Task goal — From the records below, please return each line that holds the word "SettingVersion".

Content starts

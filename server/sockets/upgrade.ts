/** One door for all sockets: each path has its handler, and any other path is refused. */
import { STATUS_CODES } from 'node:http'
import type { IncomingMessage, Server } from 'node:http'
import type { Duplex } from 'node:stream'

export type UpgradeHandler = (request: IncomingMessage, socket: Duplex, head: Buffer) => void

export interface UpgradeDispatcher {
  /** Answers the function that takes the route away again. */
  route(path: string, handler: UpgradeHandler): () => void
}

export function createUpgradeDispatcher(server: Server): UpgradeDispatcher {
  const handlers = new Map<string, UpgradeHandler>()
  server.on('upgrade', (request: IncomingMessage, socket: Duplex, head: Buffer) => {
    socket.on('error', () => socket.destroy())
    const [path = ''] = (request.url ?? '').split('?')
    const handler = handlers.get(path)
    if (handler) handler(request, socket, head)
    else refuseUpgrade(socket, 404)
  })
  return {
    route(path, handler) {
      if (handlers.has(path)) throw new Error(`${path} has a handler already`)
      handlers.set(path, handler)
      return () => void handlers.delete(path)
    },
  }
}

/** Answers an upgrade with a plain status, before it became a socket. */
export function refuseUpgrade(socket: Duplex, status: number): void {
  socket.end(`HTTP/1.1 ${status} ${STATUS_CODES[status] ?? ''}\r\nConnection: close\r\nContent-Length: 0\r\n\r\n`)
}
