/** The pages that the bars offer, in their order, and to whom. */
import type { Action } from '../../shared/access.ts'

export interface PageEntry {
  name: string
  title: string
  keys: string
  action: Action
  /** Has its place in the bars of narrow screens; the others stand under More there. */
  isFirst: boolean
  /** Has its place in the wide bar; the others stand in the account's menu and on the pages they belong to. */
  isInBar: boolean
  /** Has its place in the phone's bar; as in the bars of narrow screens where it is not given. */
  isOnPhone?: boolean
}

export const isOnPhone = (page: PageEntry): boolean => page.isOnPhone ?? page.isFirst

export const pages: readonly PageEntry[] = [
  { name: 'watch', title: 'Watch', keys: 'g w', action: 'stations.read', isFirst: true, isInBar: true },
  {
    name: 'stations',
    title: 'Stations',
    keys: 'g s',
    action: 'stations.read',
    isFirst: true,
    isInBar: true,
    isOnPhone: false,
  },
  { name: 'places', title: 'Places', keys: 'g p', action: 'places.read', isFirst: true, isInBar: true },
  { name: 'alerts', title: 'Alerts', keys: 'g a', action: 'alerts.read', isFirst: true, isInBar: true },
  { name: 'limits', title: 'Limits', keys: 'g i', action: 'limits.read', isFirst: false, isInBar: true },
  { name: 'log', title: 'Log', keys: 'g l', action: 'log.read', isFirst: false, isInBar: true },
  { name: 'bulletins', title: 'Bulletins', keys: 'g b', action: 'bulletins.read', isFirst: false, isInBar: true },
  { name: 'messages', title: 'Messages', keys: 'g m', action: 'messages.read', isFirst: false, isInBar: false },
  { name: 'lists', title: 'Lists', keys: 'g t', action: 'profile.read', isFirst: false, isInBar: false },
  { name: 'mySettings', title: 'My settings', keys: 'g y', action: 'profile.read', isFirst: false, isInBar: false },
  { name: 'setUp', title: 'Set-up', keys: 'g u', action: 'stationSetUp.read', isFirst: false, isInBar: true },
]
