/** Whether the office asks administrators for a second factor: read without the settings' service, on every request. */
import { Op } from 'sequelize'
import { z } from 'zod'
import type { Parts } from '../../config/parts.ts'
import { SettingVersion } from '../../models/index.ts'

const content = z.object({ administratorsNeedSecondFactor: z.boolean() })

export async function administratorsNeedSecondFactor({ clock }: Pick<Parts, 'clock'>): Promise<boolean> {
  const version = await SettingVersion.findOne({
    where: { groupName: 'people', validFrom: { [Op.lte]: clock.now() } },
    order: [
      ['validFrom', 'DESC'],
      ['id', 'DESC'],
    ],
  })
  return content.safeParse(version?.content).data?.administratorsNeedSecondFactor ?? false
}
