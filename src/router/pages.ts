/** The pages that the bars offer, in their order. */
export const pages = [
  { name: 'watch', title: 'Watch', keys: 'g w' },
  { name: 'stations', title: 'Stations', keys: 'g s' },
] as const
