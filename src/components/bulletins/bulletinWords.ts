/** How bulletins are spoken of on their pages. Pure. */
import type { Term } from '../../../shared/bulletins/term.ts'
import type { BulletinDraft, BulletinView } from '../../../shared/schemas/bulletin.ts'

export const termTitles: Record<Term, string> = {
  draft: 'Draft',
  toCome: 'To come',
  inForce: 'In force',
  past: 'Past',
  replaced: 'Replaced',
  cancelled: 'Cancelled',
}

/** Why the figures of an issue are no longer those to go by; null while it is in force or to come. */
export const outOfForceWords: Record<Term, string | null> = {
  draft: null,
  toCome: null,
  inForce: null,
  past: 'Its term is past. The figures are those of then and say nothing of now.',
  replaced: 'It was replaced by a later bulletin. The figures are those of then and say nothing of now.',
  cancelled: 'It was cancelled. The figures are those of then and say nothing of now.',
}

const counted = (count: number, one: string, many: string): string => `${count} ${count === 1 ? one : many}`

/** `4 lists, 61 people`. */
export const reachWords = ({ lists, people }: BulletinView['reach']): string =>
  `${counted(lists.length, 'list', 'lists')}, ${counted(people, 'person', 'people')}`

/** What became of its e-mails. The mail server's word is the last that is known. */
export function deliveryWords({ accepted, notOut }: BulletinView['deliveries']): string {
  if (accepted + notOut === 0) return 'no e-mail written yet'
  const taken = `${counted(accepted, 'e-mail', 'e-mails')} accepted by the mail server`
  return notOut === 0 ? taken : `${taken}, ${notOut} not out`
}

const fieldNames: Record<keyof BulletinDraft, string> = {
  ...{ marker: 'Kind', audience: 'For', headline: 'Headline', validFrom: 'In force from', validUntil: 'In force to' },
  ...{ nextIssueAt: 'Next issue', meaning: 'What it means', listIds: 'Lists', chosen: 'Figures chosen' },
  ...{ replacesId: 'Replaces', isExercise: 'Exercise' },
}

/** Names of the fields in which two drafts differ. */
export const differingFields = (one: BulletinDraft, other: BulletinDraft): string[] =>
  (Object.keys(fieldNames) as (keyof BulletinDraft)[])
    .filter((field) => JSON.stringify(one[field]) !== JSON.stringify(other[field]))
    .map((field) => fieldNames[field])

Content ends

Exercise result —
import { SettingVersion } from '../../models/index.ts'
  const version = await SettingVersion.findOne({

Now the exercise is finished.